### INPUT DATA ###

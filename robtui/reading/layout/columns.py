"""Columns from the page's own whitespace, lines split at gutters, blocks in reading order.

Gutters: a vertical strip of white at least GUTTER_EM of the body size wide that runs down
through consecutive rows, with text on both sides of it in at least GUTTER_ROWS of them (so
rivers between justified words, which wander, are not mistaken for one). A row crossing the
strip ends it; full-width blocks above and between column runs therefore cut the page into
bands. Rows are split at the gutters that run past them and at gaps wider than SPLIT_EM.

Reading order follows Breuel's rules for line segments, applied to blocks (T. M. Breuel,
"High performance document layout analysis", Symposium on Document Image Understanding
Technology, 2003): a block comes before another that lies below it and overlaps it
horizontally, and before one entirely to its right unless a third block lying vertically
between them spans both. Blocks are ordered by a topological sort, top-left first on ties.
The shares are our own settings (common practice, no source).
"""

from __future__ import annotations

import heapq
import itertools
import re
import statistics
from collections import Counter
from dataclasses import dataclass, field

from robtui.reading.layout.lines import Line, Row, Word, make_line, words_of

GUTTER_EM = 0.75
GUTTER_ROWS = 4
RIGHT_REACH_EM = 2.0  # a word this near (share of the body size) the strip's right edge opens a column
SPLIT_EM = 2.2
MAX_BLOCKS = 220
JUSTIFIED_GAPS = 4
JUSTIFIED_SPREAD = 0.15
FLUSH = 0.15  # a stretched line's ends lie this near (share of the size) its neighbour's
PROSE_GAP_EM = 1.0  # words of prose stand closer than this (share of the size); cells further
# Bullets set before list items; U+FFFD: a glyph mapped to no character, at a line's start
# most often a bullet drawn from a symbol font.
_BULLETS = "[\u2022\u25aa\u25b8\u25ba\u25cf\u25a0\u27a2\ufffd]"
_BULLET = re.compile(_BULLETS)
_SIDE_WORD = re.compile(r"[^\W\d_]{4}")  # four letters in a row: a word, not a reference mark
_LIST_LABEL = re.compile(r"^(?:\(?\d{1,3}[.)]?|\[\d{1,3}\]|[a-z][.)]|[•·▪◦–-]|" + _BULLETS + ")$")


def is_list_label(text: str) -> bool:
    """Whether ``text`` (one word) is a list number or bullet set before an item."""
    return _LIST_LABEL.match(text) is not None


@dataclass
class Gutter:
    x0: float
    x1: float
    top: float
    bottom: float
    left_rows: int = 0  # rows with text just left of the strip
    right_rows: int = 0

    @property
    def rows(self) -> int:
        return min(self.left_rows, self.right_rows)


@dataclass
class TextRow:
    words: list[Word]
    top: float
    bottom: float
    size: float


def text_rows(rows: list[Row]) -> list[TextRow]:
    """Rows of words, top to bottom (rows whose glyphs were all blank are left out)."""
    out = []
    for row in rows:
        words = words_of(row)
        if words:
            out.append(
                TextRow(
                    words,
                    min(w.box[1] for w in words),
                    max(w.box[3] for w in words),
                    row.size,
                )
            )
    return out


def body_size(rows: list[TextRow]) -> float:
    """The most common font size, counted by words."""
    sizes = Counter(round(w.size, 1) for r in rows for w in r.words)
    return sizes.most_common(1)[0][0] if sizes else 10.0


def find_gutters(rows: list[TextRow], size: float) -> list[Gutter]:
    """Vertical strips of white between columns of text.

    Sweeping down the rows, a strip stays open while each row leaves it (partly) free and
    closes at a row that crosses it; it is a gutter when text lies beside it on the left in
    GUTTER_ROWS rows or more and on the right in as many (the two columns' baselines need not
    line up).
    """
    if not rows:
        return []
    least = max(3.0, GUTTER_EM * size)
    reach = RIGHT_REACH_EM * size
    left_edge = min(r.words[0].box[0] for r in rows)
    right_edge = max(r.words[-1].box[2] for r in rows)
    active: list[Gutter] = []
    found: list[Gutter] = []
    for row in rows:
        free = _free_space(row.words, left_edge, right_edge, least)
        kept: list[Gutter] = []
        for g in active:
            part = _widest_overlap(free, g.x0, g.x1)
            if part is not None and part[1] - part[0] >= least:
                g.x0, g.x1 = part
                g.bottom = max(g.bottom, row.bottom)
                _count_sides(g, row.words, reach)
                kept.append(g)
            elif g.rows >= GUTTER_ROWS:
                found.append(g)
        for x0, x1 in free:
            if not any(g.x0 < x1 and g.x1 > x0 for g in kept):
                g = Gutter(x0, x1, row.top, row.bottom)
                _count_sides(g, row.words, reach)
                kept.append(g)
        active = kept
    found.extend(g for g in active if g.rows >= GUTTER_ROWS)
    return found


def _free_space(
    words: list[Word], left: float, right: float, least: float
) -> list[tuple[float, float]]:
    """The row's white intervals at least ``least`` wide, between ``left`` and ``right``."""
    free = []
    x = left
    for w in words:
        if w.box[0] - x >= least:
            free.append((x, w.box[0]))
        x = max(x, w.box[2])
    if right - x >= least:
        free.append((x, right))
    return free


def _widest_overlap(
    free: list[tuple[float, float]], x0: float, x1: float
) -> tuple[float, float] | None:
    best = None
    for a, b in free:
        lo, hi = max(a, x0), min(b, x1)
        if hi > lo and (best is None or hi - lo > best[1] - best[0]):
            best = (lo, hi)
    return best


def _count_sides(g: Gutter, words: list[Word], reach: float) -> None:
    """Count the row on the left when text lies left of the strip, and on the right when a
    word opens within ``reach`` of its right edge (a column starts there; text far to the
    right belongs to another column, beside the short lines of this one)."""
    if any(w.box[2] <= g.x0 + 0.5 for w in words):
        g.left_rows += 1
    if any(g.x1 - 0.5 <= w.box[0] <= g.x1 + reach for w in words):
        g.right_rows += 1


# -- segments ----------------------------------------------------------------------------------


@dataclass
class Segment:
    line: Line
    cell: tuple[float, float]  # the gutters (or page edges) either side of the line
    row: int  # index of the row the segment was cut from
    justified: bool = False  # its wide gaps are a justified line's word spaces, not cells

###

▸ **WORK TASK**:
Among the entries above, identify all lines with "down" and copy them.

▸ **REPLY**:
Gutters: a vertical strip of white at least GUTTER_EM of the body size wide that runs down
    Sweeping down the rows, a strip stays open while each row leaves it (partly) free and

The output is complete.